[ENTRIES SUPPLIED Boundary: Start]
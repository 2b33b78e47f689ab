import { and, eq } from 'drizzle-orm';
import postgres from 'postgres';
import { afterAll, beforeAll, beforeEach, describe, expect, it, vi } from 'vitest';
import { closePool, withScope } from '@/db/client';
import { draws, guests, jobs, ledger, pages, signatures } from '@/db/schema';
import * as queue from '@/lib/adapters/queue';
import type { Guest } from '@/lib/contracts/actor';
import type { OfferView } from '@/lib/contracts/offer';
import { cloneTestDatabase, type TestDatabase } from '@/lib/local/test-database';
import { verifyBook } from '@/lib/record/verify';
import { sendInvitation } from '@/lib/services/invitation/send';
import { prepareOffer } from '@/lib/services/offer/prepare';
import { readOffer } from '@/lib/services/offer/read';
import { exportBook } from '@/lib/services/page/export';
import { listPages } from '@/lib/services/page/list';
import { readDoorOrder } from '@/lib/services/shop/door-order';
import { signOffer } from '@/lib/services/signature/sign';
import { addHousehold, codeOf, valueOf, type Contractor } from './scene';
import {
  addSale,
  addSeller,
  choose,
  prepare,
  sealAgreement,
  sign,
  signatureOf,
  to,
  type Sale,
} from './signing-scene';

let database: TestDatabase;
let tern: Contractor;
let quill: Contractor;
let sale: Sale;

beforeAll(async () => {
  database = await cloneTestDatabase();
  tern = await addSeller('tern-hollow');
  quill = await addSeller('quillback');
});
beforeEach(async () => {
  sale = await addSale(tern);
});
afterAll(async () => {
  await closePool();
  await database.drop();
});

/** What the job's tables hold. */
async function held(of: Sale) {
  const { companyId, worker } = of.contractor;
  return withScope(worker, async (tx) => ({
    signatures: await tx
      .select()
      .from(signatures)
      .where(and(eq(signatures.companyId, companyId), eq(signatures.jobId, of.jobId))),
    pages: await tx
      .select()
      .from(pages)
      .where(and(eq(pages.companyId, companyId), eq(pages.jobId, of.jobId))),
    ledger: await tx
      .select()
      .from(ledger)
      .where(and(eq(ledger.companyId, companyId), eq(ledger.jobId, of.jobId))),
    draws: await tx
      .select()
      .from(draws)
      .where(and(eq(draws.companyId, companyId), eq(draws.jobId, of.jobId))),
    stage: (await tx.query.jobs.findFirst({ where: eq(jobs.id, of.jobId) }))?.stage,
  }));
}

describe('an agreement', () => {
  it.each([
    ['the first, then the second', (of: Sale) => [of.guest, of.second]],
    ['the second, then the first', (of: Sale) => [of.second, of.guest]],
  ] as const)('is sealed by the last signature, whoever gives it: %s', async (_name, order) => {
    const offer = await prepare(sale);
    const [one, other] = order(sale) as [Guest, Guest];
    const half = valueOf(await sign(one, offer));
    expect(half.state).toBe('current');
    expect(half.missing.map((missing) => missing.personId)).toEqual([other.personId]);
    expect((await held(sale)).pages).toEqual([]);
    const whole = valueOf(await sign(other, offer));
    expect(whole).toMatchObject({ state: 'sealed', sealedSequence: 1, missing: [] });
    const now = await held(sale);
    expect(now.stage).toBe('signed');
    expect(now.ledger.map((entry) => [entry.kind, entry.amountCents])).toEqual([
      ['agreement', offer.body.totalCents],
    ]);
  });

  it('brings payments that add up to the total, the first within a third (Massachusetts General Laws chapter 142A)', async () => {
    const { body } = await sealAgreement(sale);
    const { draws: rows } = await held(sale);
    expect(rows.reduce((sum, draw) => sum + draw.amountCents, 0)).toBe(body.totalCents);
    const first = rows.find((draw) => draw.number === 1);
    expect(first?.state).toBe('due');
    expect((first?.amountCents ?? 0) * 3).toBeLessThanOrEqual(body.totalCents);
    expect(rows.filter((draw) => draw.state === 'planned')).toHaveLength(3);
  });

  it('needs the signature of somebody who was invited to sign and has not come yet', async () => {
    const other = await addSale(tern);
    await withScope(tern.worker, (tx) =>
      tx
        .update(guests)
        .set({ revokedAt: new Date() })
        .where(and(eq(guests.companyId, tern.companyId), eq(guests.personId, other.second.personId))),
    );
    valueOf(
      await sendInvitation(tern.seller, {
        jobId: other.jobId,
        email: 'late.comer@household.example',
        name: 'Late Comer',
        signer: true,
      }),
    );
    const offer = await prepare(other);
    expect(offer.body.requiredSigners.map((signer) => signer.name)).toContain('Late Comer');
    expect(valueOf(await sign(other.guest, offer)).state).toBe('current');
    expect((await held(other)).pages).toEqual([]);
  });

  it('is the same offer as long as nothing moves, and is not prepared when it is sealed', async () => {
    const first = await prepare(sale);
    expect((await prepare(sale)).id).toBe(first.id);
    await sealAgreement(sale);
    expect(codeOf(await prepareOffer(sale.guest, { jobId: sale.jobId, schemeId: sale.scheme.id }))).toBe(
      'conflict',
    );
  });
});

describe('a signature', () => {
  it('is refused to staff, to another household, to another company and to a guest who does not sign, and nothing is stored', async () => {
    const offer = await prepare(sale);
    const stranger = await addHousehold(tern);
    const foreign = await addSale(quill);
    const onlooker: Guest = { ...(await addHousehold(tern)).guest, jobId: sale.jobId, signer: false };
    expect(codeOf(await signOffer(tern.owner, signatureOf(offer, sale.jobId)))).toBe('notAllowed');
    expect(codeOf(await signOffer(tern.seller, signatureOf(offer, sale.jobId)))).toBe('notAllowed');
    expect(codeOf(await signOffer(stranger.guest, signatureOf(offer, sale.jobId)))).toBe('notFound');
    expect(codeOf(await signOffer(foreign.guest, signatureOf(offer, sale.jobId)))).toBe('notFound');
    expect(codeOf(await signOffer(foreign.guest, signatureOf(offer, foreign.jobId)))).toBe('notFound');
    expect(codeOf(await signOffer(onlooker, signatureOf(offer, sale.jobId)))).toBe('notAllowed');
    expect((await held(sale)).signatures).toEqual([]);
  });

  it('is refused for another text, another consent, no consent or no name', async () => {
    const offer = await prepare(sale);
    const good = signatureOf(offer, sale.jobId);
    const other = 'a'.repeat(64);
    expect(codeOf(await signOffer(sale.guest, { ...good, sha256: other }))).toBe('moved');
    expect(codeOf(await signOffer(sale.guest, { ...good, consent: { accepted: true, sha256: other } }))).toBe(
      'moved',
    );
    expect(
      codeOf(await signOffer(sale.guest, { ...good, consent: { ...good.consent, accepted: false } })),
    ).toBe('invalid');
    expect(codeOf(await signOffer(sale.guest, { ...good, means: { kind: 'typed', text: ' ' } }))).toBe(
      'invalid',
    );
    expect(codeOf(await signOffer(sale.guest, null))).toBe('invalid');
    expect((await held(sale)).signatures).toEqual([]);
  });

  it('given under an offer that moved is not taken: the signer is shown what changed, and both sign anew', async () => {
    const offer = await prepare(sale);
    valueOf(await sign(sale.guest, offer));
    await choose(sale, to('paint-3'));
    const answer = await sign(sale.second, offer);
    expect(answer.ok).toBe(false);
    if (answer.ok) return;
    expect(answer.fault.code).toBe('moved');
    const { offer: next } = answer.fault.detail as { offer: OfferView };
    expect(next.id).not.toBe(offer.id);
    expect(next.differences.map((one) => one.text)).toContain('Finish: Paint 3, linen instead of Clear.');
    const amounts = next.differences.reduce((sum, one) => sum + (one.amountCents ?? 0), 0);
    expect(amounts).toBe(next.body.totalCents - offer.body.totalCents);
    expect(next.signatures).toEqual([]);
    expect((await held(sale)).pages).toEqual([]);
    expect(valueOf(await readOffer(sale.guest, { jobId: sale.jobId, offerId: offer.id }))).toMatchObject({
      state: 'replaced',
      replacedBy: next.id,
    });
    valueOf(await sign(sale.second, next));
    expect(valueOf(await sign(sale.guest, next))).toMatchObject({ state: 'sealed' });
  });

  it('given fifty times at once by both makes one page, one ledger entry and one set of payments', async () => {
    const offer = await prepare(sale);
    const answers = await Promise.all(
      Array.from({ length: 50 }, (_, i) => sign(i % 2 === 0 ? sale.guest : sale.second, offer)),
    );
    expect(answers.every((answer) => answer.ok)).toBe(true);
    const now = await held(sale);
    expect(now.pages).toHaveLength(1);
    expect(now.signatures).toHaveLength(2);
    expect(now.ledger).toHaveLength(1);
    expect(now.draws).toHaveLength(4);
  });

  it('leaves nothing when something breaks on the way to the seal', async () => {
    const offer = await prepare(sale);
    valueOf(await sign(sale.guest, offer));
    const broken = vi.spyOn(queue, 'enqueue').mockRejectedValueOnce(new Error('the queue is away'));
    await expect(sign(sale.second, offer)).rejects.toThrow('the queue is away');
    broken.mockRestore();
    const now = await held(sale);
    expect([now.pages, now.ledger, now.draws]).toEqual([[], [], []]);
    expect(now.signatures).toHaveLength(1);
    expect(now.stage).toBe('choosing');
    expect(valueOf(await sign(sale.second, offer)).state).toBe('sealed');
  });
});

describe('a job book', () => {
  it('holds when it is exported, and is for its own household and staff alone', async () => {
    await sealAgreement(sale);
    const book = valueOf(await exportBook(sale.guest, { jobId: sale.jobId }));
    expect(await verifyBook(JSON.parse(JSON.stringify(book)))).toMatchObject({
      ok: true,
      pages: 1,
      findings: [],
    });
    expect(valueOf(await listPages(tern.seller, { jobId: sale.jobId }))).toHaveLength(1);
    const stranger = await addHousehold(tern);
    for (const actor of [stranger.guest, quill.owner]) {
      expect(codeOf(await exportBook(actor, { jobId: sale.jobId }))).toBe('notFound');
      expect(codeOf(await listPages(actor, { jobId: sale.jobId }))).toBe('notFound');
    }
  });

  it('changed in the database by whoever owns it, guards taken off, is found out, by page and field', async () => {
    await sealAgreement(sale);
    const sql = postgres(database.ownerUrl);
    try {
      await sql.begin(async (tx) => {
        await tx`alter table offers disable trigger user`;
        await tx`alter table offers no force row level security`;
        const changed =
          await tx`update offers set body = replace(body, '"totalCents":', '"totalCents":1') where job_id = ${sale.jobId}`;
        expect(changed.count).toBe(1);
        await tx`alter table offers force row level security`;
        await tx`alter table offers enable trigger user`;
      });
    } finally {
      await sql.end();
    }
    const verdict = await verifyBook(valueOf(await exportBook(tern.owner, { jobId: sale.jobId })));
    expect(verdict.ok).toBe(false);
    expect(verdict.findings).toContainEqual(
      expect.objectContaining({ page: 1, field: 'envelope.offerSha256' }),
    );
    expect(verdict.findings).toContainEqual(expect.objectContaining({ page: 1, field: 'offer.totalCents' }));
  });
});

describe('the door order', () => {
  it('is refused before anything is sealed, and to a homeowner always', async () => {
    expect(codeOf(await readDoorOrder(tern.seller, { jobId: sale.jobId }))).toBe('conflict');
    await sealAgreement(sale);
    expect(codeOf(await readDoorOrder(sale.guest, { jobId: sale.jobId }))).toBe('notAllowed');
    expect(codeOf(await readDoorOrder(quill.owner, { jobId: sale.jobId }))).toBe('notFound');
  });

  it('is the sealed page’s and does not follow what is chosen afterwards', async () => {
    const { body } = await sealAgreement(sale);
    const before = valueOf(await readDoorOrder(tern.seller, { jobId: sale.jobId }));
    expect(before.rows).toEqual(body.fronts);
    // 15 × 27 at half-inch overlay is a door of 16 × 28 (rule O1; a door supplier's published measuring guide).
    expect(before.rows).toMatchObject([{ mark: 'N-01-1', width: 16 * 64, height: 28 * 64, hinge: 'left' }]);
    await choose(sale, to('paint-3'));
    expect(valueOf(await readDoorOrder(tern.seller, { jobId: sale.jobId }))).toEqual(before);
  });
});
[ENTRIES SUPPLIED Boundary: End]
-- WORK ORDER --
Taking the records above, retype every line from the one with "queue is away'));" down to the one with "now.draws]).toEqual([[], [], []]);", exactly and with nothing else.

-- RESULT --
    const broken = vi.spyOn(queue, 'enqueue').mockRejectedValueOnce(new Error('the queue is away'));
    await expect(sign(sale.second, offer)).rejects.toThrow('the queue is away');
    broken.mockRestore();
    const now = await held(sale);
    expect([now.pages, now.ledger, now.draws]).toEqual([[], [], []]);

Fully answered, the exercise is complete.